[What the task asks] Take the line containing "private static LocalDate" as the first and the last line of the records below as the end, and please set down only what lies between them exactly, both ends included.

------ Working data

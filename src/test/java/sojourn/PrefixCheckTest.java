package sojourn;

import static org.assertj.core.api.Assertions.assertThat;

import java.time.LocalDate;
import java.util.ArrayList;
import java.util.List;
import java.util.function.IntFunction;
import org.junit.jupiter.api.Test;
import sojourn.PrefixCheck.Difference;
import sojourn.PrefixCheck.Row;
import sojourn.PrefixCheck.Rows;
import sojourn.numeric.ShortestDecimal;

/** The check itself: it passes what stays, and names the first thing that moves. */
class PrefixCheckTest {
    private static final int SIZE = 10;

    @Test
    void whatDoesNotDependOnTheCutPasses() {
        PrefixCheck check = PrefixCheck.of(rows -> job(rows, bar -> bar / 3.0), SIZE);
        for (int cut = 1; cut <= SIZE; cut++) {
            assertThat(check.difference(cut)).isEmpty();
        }
    }

    @Test
    void theLastBitOfOneCellIsNoticed() {
        IntFunction<Rows> leaky = rows -> job(rows, bar -> bar == 4 && rows < SIZE ? Math.nextUp(0.3) : 0.3);
        PrefixCheck check = PrefixCheck.of(leaky, SIZE);
        assertThat(check.difference(4)).isEmpty();
        assertThat(check.difference(7))
                .contains(new Difference(7, "numbers of 2001-01-05", "value", "0.3", "0.30000000000000004"));
    }

    @Test
    void rowsThatAreMissingOrTooManyAreNoticed() {
        PrefixCheck missing = PrefixCheck.of(rows -> without(job(rows, bar -> bar), rows < SIZE ? rows - 1 : -1), SIZE);
        assertThat(missing.difference(6))
                .contains(new Difference(6, "numbers of 2001-01-06", "", "[2001-01-06, 5.0]", "no row"));
        PrefixCheck tooMany = PrefixCheck.of(rows -> without(job(rows, bar -> bar), rows == SIZE ? 5 : -1), SIZE);
        assertThat(tooMany.difference(6))
                .contains(new Difference(6, "numbers of 2001-01-06", "", "no row", "[2001-01-06, 5.0]"));
        assertThat(tooMany.difference(8).orElseThrow().inCut()).isEqualTo("numbers of 2001-01-06");
    }

    private interface Value {
        double at(int bar);
    }

    private static Rows job(int rows, Value value) {
        List<Row> made = new ArrayList<>();
        for (int bar = 0; bar < rows; bar++) {
            made.add(new Row(
                    "numbers",
                    date(bar),
                    List.of("date", "value"),
                    List.of(date(bar).toString(), ShortestDecimal.of(value.at(bar)))));
        }
        return new Rows(date(rows - 1), made);
    }

    private static Rows without(Rows rows, int bar) {
        return new Rows(
                rows.through(),
                rows.rows().stream()
                        .filter(row -> bar < 0 || !row.knownOn().equals(date(bar)))
                        .toList());
    }

    private static LocalDate date(int bar) {
        return LocalDate.of(2001, 1, 1).plusDays(bar);
    }
}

------------

[Solution to this exercise]
    private static LocalDate date(int bar) {
        return LocalDate.of(2001, 1, 1).plusDays(bar);
    }
}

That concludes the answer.